(Brief) An exact transcript of the records is what this task asks for.

(Source data begins)

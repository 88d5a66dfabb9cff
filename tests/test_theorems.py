"""Network theorems as properties of crosscheck's equivalents, on random well-posed networks.

Each test cites the theorem it checks and judges crosscheck's own answer
(``thevenin``); the full networks that the answer is compared with (loads, shorts,
two ports) are solved with ``MnaSystem`` directly. Points whose MNA condition estimate is
COND_LIMIT or more are filtered out (``assume``). Unless a test says otherwise a
check is normwise: |q − q_expected| ≤ REL_TOL · max(|q_expected|, floor), with the
floor the infinity norm of the solve that produced q (node voltages and branch
currents), because a backward-stable solve is accurate to that scale, not to
each component's own size. REL_TOL is far above the ~1e-14 seen against exact
arithmetic (test_exact.py) and far below any theorem violation.
"""

from __future__ import annotations

import math
from dataclasses import dataclass, replace

import numpy as np
from hypothesis import assume, given
from hypothesis import strategies as st

from crosscheck.own.equivalent import Equivalent, thevenin
from crosscheck.errors import SingularNetworkError
from crosscheck.model.network import Element, Network, Port, floating_reference, make_element
from crosscheck.own.solver import MnaSystem
from crosscheck.fuzz.strategies import CENTRES, frequencies, network_and_port, networks, ports

COND_LIMIT = 1e8
REL_TOL = 1e-9

PASSIVE = "RLCVIK"  # no dependent sources: reciprocal and passive once the sources are zeroed


# --------------------------------------------------------------------------- helpers


@dataclass(frozen=True)
class _Solved:
    """One factorization's solutions: column 0 the sources, column 1 a 1 A test current into a, out of b."""

    system: MnaSystem
    x: np.ndarray
    condition: float

    def v(self, col: int, a: str, b: str) -> complex:
        return complex(self.system.voltage(self.x[:, col], a) - self.system.voltage(self.x[:, col], b))

    def current(self, col: int, name: str) -> complex:
        return complex(self.x[self.system.branch_index[name], col])

    def scale(self, col: int) -> float:
        return float(np.max(np.abs(self.x[:, col]), initial=0.0))


def _solve(network: Network, port: Port, f: float) -> _Solved:
    """Solve the full network with MnaSystem directly; filter out singular or ill-conditioned points."""
    ties = [r] if (r := floating_reference(network, port)) is not None else []
    system = MnaSystem(network, ties)
    try:
        fac = system.factorize(f)
    except SingularNetworkError:
        assume(False)
    assume(fac.condition < COND_LIMIT)
    rhs = np.stack([system.source_vector(), system.injection_vector(port.a, port.b)], axis=1)
    return _Solved(system, fac.solve(rhs), fac.condition)


def _equivalent(network: Network, port: Port, f: float) -> Equivalent:
    try:
        eq = thevenin(network, port, [f])[0]
    except SingularNetworkError:
        assume(False)
    assume(eq.condition < COND_LIMIT)
    return eq


@dataclass(frozen=True)
class _Port:
    """crosscheck's equivalent at a port, with the normwise scales of the solves behind it."""

    eq: Equivalent
    vth_scale: float
    zth_scale: float

    @property
    def zth(self) -> complex:
        assume(self.eq.zth is not None)  # Norton only (Y_N = 0): no impedance to judge
        return self.eq.zth

    @property
    def vth(self) -> complex:
        assume(self.eq.vth is not None)
        return self.eq.vth


def _port(network: Network, port: Port, f: float) -> _Port:
    s = _solve(network, port, f)
    return _Port(_equivalent(network, port, f), s.scale(0), s.scale(1))


def _close(got: complex, want: complex, floor: float, what: str, tol: float = REL_TOL) -> None:
    den = max(abs(want), floor)
    assert abs(got - want) <= tol * den, (
        f"{what}: got {got:.12g}, expected {want:.12g}; |difference| {abs(got - want):.3g} > {tol:g} × {den:.3g}")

(Source data ends)

(Reply to the exercise)
repository 88d5a66dfabb9cff
filename tests/test_theorems.py
"""Network theorems as properties of crosscheck's equivalents, on random well-posed networks.

Each test cites the theorem it checks and judges crosscheck's own answer
(``thevenin``); the full networks that the answer is compared with (loads, shorts,
two ports) are solved with ``MnaSystem`` directly. Points whose MNA condition estimate is
COND_LIMIT or more are filtered out (``assume``). Unless a test says otherwise a
check is normwise: |q − q_expected| ≤ REL_TOL · max(|q_expected|, floor), with the
floor the infinity norm of the solve that produced q (node voltages and branch
currents), because a backward-stable solve is accurate to that scale, not to
each component's own size. REL_TOL is far above the ~1e-14 seen against exact
arithmetic (test_exact.py) and far below any theorem violation.
"""

from __future__ import annotations

import math
from dataclasses import dataclass, replace

import numpy as np
from hypothesis import assume, given
from hypothesis import strategies as st

from crosscheck.own.equivalent import Equivalent, thevenin
from crosscheck.errors import SingularNetworkError
from crosscheck.model.network import Element, Network, Port, floating_reference, make_element
from crosscheck.own.solver import MnaSystem
from crosscheck.fuzz.strategies import CENTRES, frequencies, network_and_port, networks, ports

COND_LIMIT = 1e8
REL_TOL = 1e-9

PASSIVE = "RLCVIK"  # no dependent sources: reciprocal and passive once the sources are zeroed


# --------------------------------------------------------------------------- helpers


@dataclass(frozen=True)
class _Solved:
    """One factorization's solutions: column 0 the sources, column 1 a 1 A test current into a, out of b."""

    system: MnaSystem
    x: np.ndarray
    condition: float

    def v(self, col: int, a: str, b: str) -> complex:
        return complex(self.system.voltage(self.x[:, col], a) - self.system.voltage(self.x[:, col], b))

    def current(self, col: int, name: str) -> complex:
        return complex(self.x[self.system.branch_index[name], col])

    def scale(self, col: int) -> float:
        return float(np.max(np.abs(self.x[:, col]), initial=0.0))


def _solve(network: Network, port: Port, f: float) -> _Solved:
    """Solve the full network with MnaSystem directly; filter out singular or ill-conditioned points."""
    ties = [r] if (r := floating_reference(network, port)) is not None else []
    system = MnaSystem(network, ties)
    try:
        fac = system.factorize(f)
    except SingularNetworkError:
        assume(False)
    assume(fac.condition < COND_LIMIT)
    rhs = np.stack([system.source_vector(), system.injection_vector(port.a, port.b)], axis=1)
    return _Solved(system, fac.solve(rhs), fac.condition)


def _equivalent(network: Network, port: Port, f: float) -> Equivalent:
    try:
        eq = thevenin(network, port, [f])[0]
    except SingularNetworkError:
        assume(False)
    assume(eq.condition < COND_LIMIT)
    return eq


@dataclass(frozen=True)
class _Port:
    """crosscheck's equivalent at a port, with the normwise scales of the solves behind it."""

    eq: Equivalent
    vth_scale: float
    zth_scale: float

    @property
    def zth(self) -> complex:
        assume(self.eq.zth is not None)  # Norton only (Y_N = 0): no impedance to judge
        return self.eq.zth

    @property
    def vth(self) -> complex:
        assume(self.eq.vth is not None)
        return self.eq.vth


def _port(network: Network, port: Port, f: float) -> _Port:
    s = _solve(network, port, f)
    return _Port(_equivalent(network, port, f), s.scale(0), s.scale(1))


def _close(got: complex, want: complex, floor: float, what: str, tol: float = REL_TOL) -> None:
    den = max(abs(want), floor)
    assert abs(got - want) <= tol * den, (
        f"{what}: got {got:.12g}, expected {want:.12g}; |difference| {abs(got - want):.3g} > {tol:g} × {den:.3g}")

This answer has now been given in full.